> [Requirement] Below are some entries. Copy each line in them that holds "axis".

> [Data records]
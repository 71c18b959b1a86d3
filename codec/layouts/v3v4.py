"""Frame layouts 3 and 4: several windows per frame, range-coded coefficients.

Version 4 is version 3 bit for bit except the version field and one more
subframe-header bit after the count: 1 when the subframe's integers are
levels of dependent (trellis-coded) quantization (:mod:`codec.quantize.trellis`),
whose range-coder contexts also name the quantizer each level belongs to;
0 for the scalar quantizer of version 3.

Written down bit by bit in ``FRAME_LAYOUT.md`` ("Version 3").  A frame::

    sync(16) | version(4)=3 long(1) length(11 or 27) profile(8) sequence(8)
    windows-1(4) multi(1) [channel(cb) if multi = 0] short(1) [valid-1(ib) if short]
    [mean_change(1) if windows > 1 and reference ac] [count_change(1) if windows > 1]
    | per subframe: step(10, or exp-Golomb of the zigzag change) [mean: exp-Golomb
      of zigzag, reference ac] count(bit_length(N)) [quantizer(1), version 4]
    | zero padding to a byte | range-coded coefficients of every subframe | crc(16)

Subframes come window by window (the ``windows`` consecutive windows from
``sequence``), and inside a window channel by channel (every channel of the
profile when multi = 1, else the one ``channel``).  ``short`` marks that the
frame's last window is a short last window.  ``cb = bit_length(channels - 1)``.
With ``mean_change`` (``count_change``) set, every subframe after a
channel's first one in the frame sends its mean (count) as the exp-Golomb
code of the zigzag change from that channel's previous window in the frame.
The coefficients are one range-coded lane (:mod:`codec.entropy.rangecoder`) running from
the first byte after the padding to the CRC; bytes past its end read as zero.
"""

from __future__ import annotations

from dataclasses import dataclass

import numpy as np

from ..entropy.bits import BitReader, pack_fields
from ..entropy.rangecoder import coefficient_ops, decode_coefficients, encode_lanes
from ..entropy.rice import exp_golomb_bits, zigzag
from .v1v2 import (
    CRC_BYTES,
    LONG_LENGTH_BITS,
    SHORT_LENGTH_BITS,
    SYNC,
    FrameBatchV2,
    FrameKey,
    count_bits,
    index_bits,
    read_frame_start,
    read_subheaders,
    size_length_fields,
    subframes_fit,
    wrap_frames,
    write_frame_heads,
    write_subheaders,
)

__all__ = [
    "LAYOUT_VERSION_3",
    "LAYOUT_VERSION_4",
    "MAX_WINDOWS",
    "MIN_V3_BYTES",
    "FrameBatchV3",
    "pack_frames_v3",
    "parse_frames_v3",
    "channel_bits",
]

LAYOUT_VERSION_3 = 3
#: Version 4: version 3 with levels of dependent quantization (``codec.quantize.trellis``).
LAYOUT_VERSION_4 = 4
WINDOW_BITS = 4
#: Most windows one frame carries.
MAX_WINDOWS = 1 << WINDOW_BITS
#: Smallest possible v3 frame: sync, 4 header bytes, CRC.
MIN_V3_BYTES = len(SYNC) + 4 + CRC_BYTES


def channel_bits(channels: int) -> int:
    """Bits of the channel field of a single-channel frame."""
    return int(max(channels, 1) - 1).bit_length()


@dataclass
class FrameBatchV3(FrameBatchV2):
    """Frames of layout v3: the v2 arrays plus ``windows`` per frame.

    Per frame: ``multi``, ``channel`` (when not multi), ``sequence`` (first
    window), ``windows`` (1..16), ``valid`` (real samples of the last window).
    Per subframe (rows of ``q``, grouped by frame in order): ``frame``,
    ``step_code``, ``mean`` (or None).
    """

    windows: np.ndarray
    #: Layout 4: per subframe, 1 where the levels are of dependent quantization.
    quantizer: np.ndarray | None = None


def _counts(q: np.ndarray) -> np.ndarray:
    nz = q != 0
    return np.where(nz.any(axis=1), q.shape[1] - np.argmax(nz[:, ::-1], axis=1), 0)


def _predictions(mean: np.ndarray | None, count: np.ndarray, prev: np.ndarray,
                 has_prev: np.ndarray, owner: np.ndarray, nf: int, lb: int
                 ) -> tuple[np.ndarray, np.ndarray, np.ndarray | None, np.ndarray]:
    """Per frame, whether mean and count go as changes from the previous window.

    A frame sends its later windows' means (and, separately, counts) as
    changes from the same channel's previous window in the frame when that
    codes the frame's fields in fewer bits; measured on real recordings the
    mean of a slow signal moves little from one window to the next, while the
    mean of a signal centred on zero is cheaper sent whole.  Returns the two
    per-frame flags, the mean fields to send (None without means) and the
    zigzag of each count's change.
    """
    def per_frame(bits):
        return np.bincount(owner, bits, minlength=nf)

    cz = zigzag(count - count[prev])
    count_pred = per_frame(np.where(has_prev, exp_golomb_bits(cz), lb)) < per_frame(
        np.full(count.size, lb))
    if mean is None:
        return np.zeros(nf, bool), count_pred, None, cz
    delta = np.where(has_prev, mean - mean[prev], mean)
    mean_pred = per_frame(exp_golomb_bits(zigzag(delta))) < per_frame(
        exp_golomb_bits(zigzag(mean)))
    return mean_pred, count_pred, np.where(mean_pred[owner], delta, mean), cz


def pack_frames_v3(batch: FrameBatchV3, profile_id: int, n: int, channels: int,
                   version: int = LAYOUT_VERSION_3, *, key: FrameKey
                   ) -> tuple[bytes, np.ndarray, np.ndarray, np.ndarray]:
    """Pack every frame of ``batch`` in layout v3, or v4 (``version`` 4: the
    rows of ``batch.q`` are levels of dependent quantization).

    Returns the bytes, each frame's byte length, each subframe's header bits
    (step, mean, count) and each frame's range-coded bytes.
    """
    nf = len(batch)
    q = batch.q
    ns = q.shape[0]
    vb = index_bits(n)
    cb = channel_bits(channels)
    count = _counts(q)
    v4 = version == LAYOUT_VERSION_4
    quant = (np.zeros(ns, dtype=bool) if batch.quantizer is None
             else batch.quantizer.astype(bool)) if v4 else None
    cum, freq, shift, row = coefficient_ops(q, count, trellis=quant,
                                            mean=batch.mean is not None)
    lane_bytes, lane_len = encode_lanes(cum, freq, shift, batch.frame[row], nf)

    first = np.flatnonzero(np.r_[True, batch.frame[1:] != batch.frame[:-1]])
    lastrow = np.r_[first[1:] - 1, ns - 1]
    nh, nsub = 12, 5 if v4 else 4
    slots = nh + nsub + 1
    val = np.zeros((ns, slots), dtype=np.uint64)
    wid = np.zeros((ns, slots), dtype=np.int64)
    lead = np.zeros(ns, dtype=bool)
    lead[first] = True
    # later windows of a channel in a frame may send mean and count as changes
    # from that channel's previous window in the frame (flags in the frame header)
    owner = np.repeat(np.arange(nf), np.diff(np.r_[first, ns]))
    per_win = np.where(batch.multi.astype(bool), channels, 1)[owner]
    has_prev = np.arange(ns) - first[owner] >= per_win
    prev = np.where(has_prev, np.arange(ns) - per_win, 0)
    mean_pred, count_pred, mean_sent, count_delta = _predictions(
        batch.mean, count, prev, has_prev, owner, nf, count_bits(n))
    write_subheaders(val, wid, nh, lead, batch.step_code, mean_sent, count, count_bits(n),
                     quant)
    cp = count_pred[owner] & has_prev
    val[:, nh + 3] = np.where(cp, count_delta + 1, count).astype(np.uint64)
    wid[:, nh + 3] = np.where(cp, exp_golomb_bits(count_delta), count_bits(n))
    sub_bits = wid[:, nh:].sum(axis=1)

    short = batch.valid < n
    multi = batch.multi.astype(bool)
    several = batch.windows > 1
    mean_flag = several & (batch.mean is not None)
    head_bits = (4 + 1 + 8 + 8 + WINDOW_BITS + 1 + np.where(multi, 0, cb) + 1
                 + np.where(short, vb, 0) + mean_flag + several)
    payload = np.add.reduceat(sub_bits, first)
    long, bits, head_bytes, length = size_length_fields(head_bits + payload, lane_len)
    head = [(version, 4), (long, 1),
            (length, np.where(long, LONG_LENGTH_BITS, SHORT_LENGTH_BITS)),
            (profile_id & 0xFF, 8), (batch.sequence % 256, 8), (batch.windows - 1, WINDOW_BITS),
            (multi, 1), (np.where(multi, 0, batch.channel), np.where(multi, 0, cb)),
            (short, 1), (np.where(short, batch.valid - 1, 0), np.where(short, vb, 0)),
            (mean_pred & mean_flag, mean_flag.astype(np.int64)),
            (count_pred & several, several.astype(np.int64))]
    write_frame_heads(val, wid, first, lastrow, head, head_bytes * 8 - bits)
    heads = pack_fields(val.ravel(), wid.ravel())

    # frame = sync | header bytes | lane bytes | crc
    body_bytes = head_bytes + lane_len
    bstart = np.cumsum(body_bytes) - body_bytes
    body = np.empty(int(body_bytes.sum()), dtype=np.uint8)
    hstart = np.cumsum(head_bytes) - head_bytes
    body[np.repeat(bstart - hstart, head_bytes) + np.arange(heads.size)] = heads
    lstart = np.cumsum(lane_len) - lane_len
    body[np.repeat(bstart + head_bytes - lstart, lane_len) + np.arange(lane_bytes.size)] = \
        lane_bytes
    out = wrap_frames(body, body_bytes, key)
    if out.size != int(length.sum()):
        raise RuntimeError("v3 frames differ from their length fields")  # our bug
    return out.tobytes(), length, sub_bits, lane_len


def parse_frames_v3(data: bytes, offsets: np.ndarray, lengths: np.ndarray, n: int,
                    channels: int, has_mean: bool, version: int = LAYOUT_VERSION_3
                    ) -> dict[str, np.ndarray]:
    """Parse CRC-checked v3 (or, with ``version`` 4, v4) frames at ``offsets``.

    Returns per-frame ``profile``, ``sequence``, ``multi``, ``valid``, ``length``,
    ``consumed_ok`` and per-subframe ``frame``, ``channel``, ``window_offset``
    (window index relative to the frame's ``sequence``), ``sub_valid``,
    ``step_code``, ``mean`` (or None), ``count``, ``q``, ``trellis`` (layout
    4: whether the subframe's levels are of dependent quantization; else
    None), and per frame ``mean_pred`` / ``count_pred`` (whether later
    windows send their mean / count as a change from the previous window).
    ``consumed_ok`` is False for a frame whose contents do not match its
    length.
    """
    r = BitReader(data)
    nf = offsets.size
    vb = index_bits(n)
    lb = count_bits(n)
    cb = channel_bits(channels)
    offsets = offsets.astype(np.int64)
    length, profile, sequence, p = read_frame_start(r, offsets)
    windows = r.read(p, WINDOW_BITS) + 1
    p = p + WINDOW_BITS
    multi = r.read(p, 1).astype(bool)
    p = p + 1
    channel = r.read(p, np.where(multi, 0, cb))
    p = p + np.where(multi, 0, cb)
    short = r.read(p, 1).astype(bool)
    valid = np.where(short, r.read(p + 1, np.where(short, vb, 0)) + 1, n)
    p = p + 1 + np.where(short, vb, 0)
    several = windows > 1
    mean_flag = several & has_mean
    mean_pred = r.read(p, mean_flag.astype(np.int64)).astype(bool)
    p = p + mean_flag
    count_pred = r.read(p, several.astype(np.int64)).astype(bool)
    p = p + several

    per_win = np.where(multi, channels, 1)
    cnt = windows * per_win
    # Before anything is allocated: a frame whose header claims more subframes than its
    # own bytes can hold (each subframe header takes at least min_subframe_bits) is
    # refused and gets no rows, so the work and memory per frame follow its length.
    fits = subframes_fit(cnt, p - offsets * 8, lengths, n, has_mean,
                         version == LAYOUT_VERSION_4, count_pred)
    cnt = np.where(fits, cnt, 0)
    ns = int(cnt.sum())
    sstart = np.cumsum(cnt) - cnt
    owner = np.repeat(np.arange(nf), cnt)
    slot = np.arange(ns) - sstart[owner]
    woff = slot // per_win[owner]
    sub_channel = np.where(multi[owner], slot % per_win[owner], channel[owner])
    sub_valid = np.where(woff == windows[owner] - 1, valid[owner], n)
    step = np.zeros(ns, np.int64)
    mean = np.zeros(ns, np.int64) if has_mean else None
    count = np.zeros(ns, np.int64)
    quant = np.zeros(ns, np.int64) if version == LAYOUT_VERSION_4 else None
    ok = fits.copy()
    for s in range(int(cnt.max(initial=0))):
        fr = np.flatnonzero(cnt > s)
        rows = sstart[fr] + s
        pw = per_win[fr]
        later = s >= pw
        p[fr], bad = read_subheaders(r, p[fr], rows, s, step, mean, count, lb, n, quant,
                                      later & mean_pred[fr], later & count_pred[fr],
                                      np.where(later, rows - pw, rows))
        ok[fr] &= ~bad
    start = offsets + (p - offsets * 8 + 7) // 8
    end = offsets + lengths - CRC_BYTES
    ok &= (start <= end) & (length == lengths)
    start = np.minimum(start, end)
    buf = np.frombuffer(data, dtype=np.uint8)
    trellis = None if quant is None else quant.astype(bool)
    q, bad, reads = decode_coefficients(buf, start, end, owner, count, n, trellis=trellis,
                                        mean=has_mean)
    # the lane must be used: no byte past what the decoder read, and no trailing zero byte
    lane_len = end - start
    last = buf[np.maximum(end - 1, 0)]
    ok &= ~bad & (lane_len <= reads + 1) & ((lane_len == 0) | (last != 0))
    return {"profile": profile, "sequence": sequence, "multi": multi, "valid": valid,
            "length": length, "consumed_ok": ok, "frame": owner, "channel": sub_channel,
            "window_offset": woff, "sub_valid": sub_valid, "windows": windows,
            "step_code": step, "mean": mean, "count": count, "q": q, "trellis": trellis,
            "mean_pred": mean_pred, "count_pred": count_pred}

> [Written solution]
    return np.where(nz.any(axis=1), q.shape[1] - np.argmax(nz[:, ::-1], axis=1), 0)
    sub_bits = wid[:, nh:].sum(axis=1)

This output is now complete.